*** Records Section Begins ***

def compare(
    circuit: Circuit,
    hand: HandSolution,
    level1: OperatingPoint | None,
    sim: SimOperatingPoint | None,
    *,
    simulator: tuple[str, str] | None = None,
    tolerance: float = DEFAULT_TOLERANCE,
    with_effect: Mapping[str, HandSolution] | None = None,
    expect: Expectations | None = None,
    findings: tuple[Finding, ...] = (),
    converged: SimOperatingPoint | None = None,
    fitted: FittedTolerance | None = None,
    supplies: dict | None = None,
) -> CheckResult:
    """Lay the columns side by side and flag what disagrees.

    `converged` is ngspice re-run at a tight RELTOL: when given, the level-1 column is judged
    against it instead of `sim` (the ngspice column still shows what ngspice answered).

    `with_effect[effect]` is the hand model re-solved with that effect switched on (one
    solution per circuit, read by every transistor); `findings`
    carries what the callers already know (a failed simulation, a solver caveat).

    `fitted`: hand and level-1 solved on level-1 equivalents of non-level-1 cards; the level-1
    column is then judged within its allowance, and a fitted device's cause list names the card.

    `supplies`: the supply table (``bias_rules.supplies``) the result carries, when the caller has it.
    """
    found: list[Finding] = list(findings)
    reference_column = "sim" if sim is not None else "level1"
    reference_point = sim if sim is not None else level1
    reference_voltages = reference_point.node_voltages if reference_point else hand.node_voltages
    resolution = _resolutions(circuit)
    nodes: dict[str, Columns] = {}
    for node in ("0",) + circuit.nodes():
        if node == "0":
            continue
        hand_v = hand.node_voltages.get(node)
        level1_v = level1.node_voltages.get(node) if level1 else None
        sim_v = sim.node_voltages.get(node) if sim else None
        solver_v = converged.node_voltages.get(node) if converged else sim_v
        expected = expect.nodes.get(node) if expect else None
        flagged, compared = _flag_columns(
            "V", hand_v, level1_v, sim_v, expected, reference_column, tolerance, found, f"V({node})", None,
            resolution, solver_v, _allowance(fitted, f"V({node})"),
        )
        nodes[node] = Columns(hand_v, level1_v, sim_v, _expect_value(expected), flagged, compared, resolution["V"])

    devices: dict[str, DeviceComparison] = {}
    mosfets = circuit.elements_of("mosfet")
    single = len(mosfets) == 1
    for element in mosfets:
        model = circuit.model(element.model or "")
        mos_type = model.type if model else "nmos"
        hand_device = hand.devices.get(element.name)
        level1_device = level1.devices.get(element.name) if level1 else None
        sim_device = sim.devices.get(element.name) if sim else None
        solver_device = converged.devices.get(element.name) if converged else sim_device
        wanted = (expect.devices.get(element.name.lower(), {}) if expect else {})
        device_resolution = _drain_resolution(element, resolution, reference_voltages)
        on_equivalent = fitted is not None and element.name in fitted.equivalents
        quantities: dict[str, Columns] = {}
        for quantity in DEVICE_QUANTITIES:
            subject, unit = f"{element.name} {quantity}", UNITS[quantity]
            hand_q = getattr(hand_device, quantity) if hand_device else None
            level1_q = getattr(level1_device, quantity) if level1_device else None
            if quantity == "id" and level1 is not None and level1_device is not None:
                # Like ngspice's @m[id]: the channel current less the bulk-drain junction's.
                level1_q = level1.drain_terminal_current(element.name)
            sim_q = getattr(sim_device, quantity) if sim_device else None
            solver_q = getattr(solver_device, quantity) if solver_device else None
            if quantity == "vov":  # vov = vgs − vth in each column, or no value (see _swapped_finding)
                hand_q, level1_q, sim_q, solver_q = _summable_overdrive(
                    (hand_device, level1_device, sim_device, solver_device), (hand_q, level1_q, sim_q, solver_q))
            expected = wanted.get(quantity)
            # The hand model's gds in saturation is 0 by its own assumption (λ = 0): not a finding.
            assumed = quantity == "gds" and hand_device is not None and hand_device.region == "saturation"
            hand_judged = None if assumed else hand_q
            unjudged = on_equivalent and (quantity in NOT_COMPARED_FITTED or (
                quantity == "id" and fitted.equivalents[element.name].below_floor))  # fmt: skip
            flagged, compared = _flag_columns(
                unit, hand_judged, level1_q, sim_q, expected, reference_column, tolerance, found, subject, element,
                device_resolution, solver_q, math.inf if unjudged else _allowance(fitted, subject),
            )
            if unjudged:
                compared = tuple(c for c in compared if c != "level1")
            quantities[quantity] = Columns(
                hand_q, level1_q, sim_q, _expect_value(expected), flagged, compared, device_resolution[unit],
            )
        quantities[SAT_MARGIN] = _sat_margin(quantities, resolution["V"])
        region = {
            "hand": hand_device.region if hand_device else None,
            "level1": level1_device.region if level1_device else None,
            "sim": sim_device.region if sim_device else None,
        }
        reference_region = region[reference_column]
        effect_solutions = with_effect if hand_device and with_effect is not None else {}
        for column in ("hand", "level1") if reference_column == "sim" else ("hand",):
            if region[column] and reference_region and region[column] != reference_region:
                if column == "level1" and on_equivalent:
                    found.append(_equivalent_region_finding(element, region[column], reference_region))
                    continue
                message = (
                    f"{element.name}: the {COLUMN_NAMES[column]} puts it in {region[column]}, "
                    f"{COLUMN_NAMES[reference_column]} in {reference_region}"
                )
                if column == "hand":
                    movers = [
                        EFFECT_NAMES[effect]
                        for effect, solution in effect_solutions.items()
                        if (moved := solution.devices.get(element.name)) is not None
                        and moved.region == reference_region
                    ]
                    if movers:
                        message += f"; {' or '.join(movers)} alone moves the hand model to {reference_region}"
                found.append(
                    Finding(
                        "error" if column == "level1" else "warning",
                        "region-mismatch" if column == "hand" else "solver-region-mismatch",
                        message,
                        element.origin.line,
                        element.name,
                    )
                )
        swapped = _swapped_finding(element, mos_type, {"hand": hand_device, "level1": level1_device,
                                                       "sim": sim_device}, reference_column)
        if swapped is not None:
            found.append(swapped)
        expected_region = wanted.get("region")
        if expected_region is not None and reference_region and str(expected_region.value) != reference_region:
            found.append(
                Finding(
                    "warning", "expect-region",
                    f"{element.name}: expected {expected_region.value}, {COLUMN_NAMES[reference_column]} says "
                    f"{reference_region}{_expect_place(expected_region)}",
                    element.origin.line, element.name,
                )
            )
        reference_device = sim_device if reference_column == "sim" else level1_device
        if not_amplifying := _not_amplifying(element, reference_region, quantities, reference_column, single):
            found.append(not_amplifying)
        gamma = model.params.get("gamma", 0.0) if model is not None else 0.0
        if (
            "hand" in quantities["vth"].flagged
            and reference_device is not None
            and gamma > 0
            and abs(_body_bias(reference_device)) > 1e-6
        ):
            found.append(_body_effect_cause(element, gamma, quantities["vth"], reference_column, reference_device,
                                            level1))
        effects = _attribute(element.name, hand, effect_solutions)
        if on_equivalent:
            effects = _with_beyond_level1(effects, hand_device, level1_device and quantities["id"].level1,
                                          quantities["id"].sim)  # fmt: skip
        if hand_device and (sim_device or level1_device):
            _explain(element.name, element.origin.line, quantities["id"],
                     _acting(effects, element, model, reference_device), reference_column, found)
        expect_region = str(expected_region.value) if expected_region else None
        devices[element.name] = DeviceComparison(
            element.name, mos_type, element.model or "", element.origin.line, region, quantities, effects,
            expect_region, *_region_flags(region, expect_region, reference_column, on_equivalent),
            reference_column,
        )
    return CheckResult(
        file=circuit.source_file,
        title=circuit.title,
        simulator=simulator,
        topology=hand.topology,
        closed_form=hand.closed_form,
        nodes=nodes,
        devices=devices,
        findings=tuple(found),
        steps=hand.steps,  # written when a view reads it (hand_working.Written)
        has_expect=expect is not None,
        supplies={} if supplies is None else supplies,
        tolerance=tolerance,
        settled_by=_settled_by(circuit, hand, with_effect, nodes, devices, tolerance),
        fitted=fitted,
    )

*** Records Section Ends ***

▶ _What needs to be done_:
Gather up the lines containing the word "unit" from these records and copy them.

▶ _Solution for this problem_:
            subject, unit = f"{element.name} {quantity}", UNITS[quantity]
                unit, hand_judged, level1_q, sim_q, expected, reference_column, tolerance, found, subject, element,
                hand_q, level1_q, sim_q, _expect_value(expected), flagged, compared, device_resolution[unit],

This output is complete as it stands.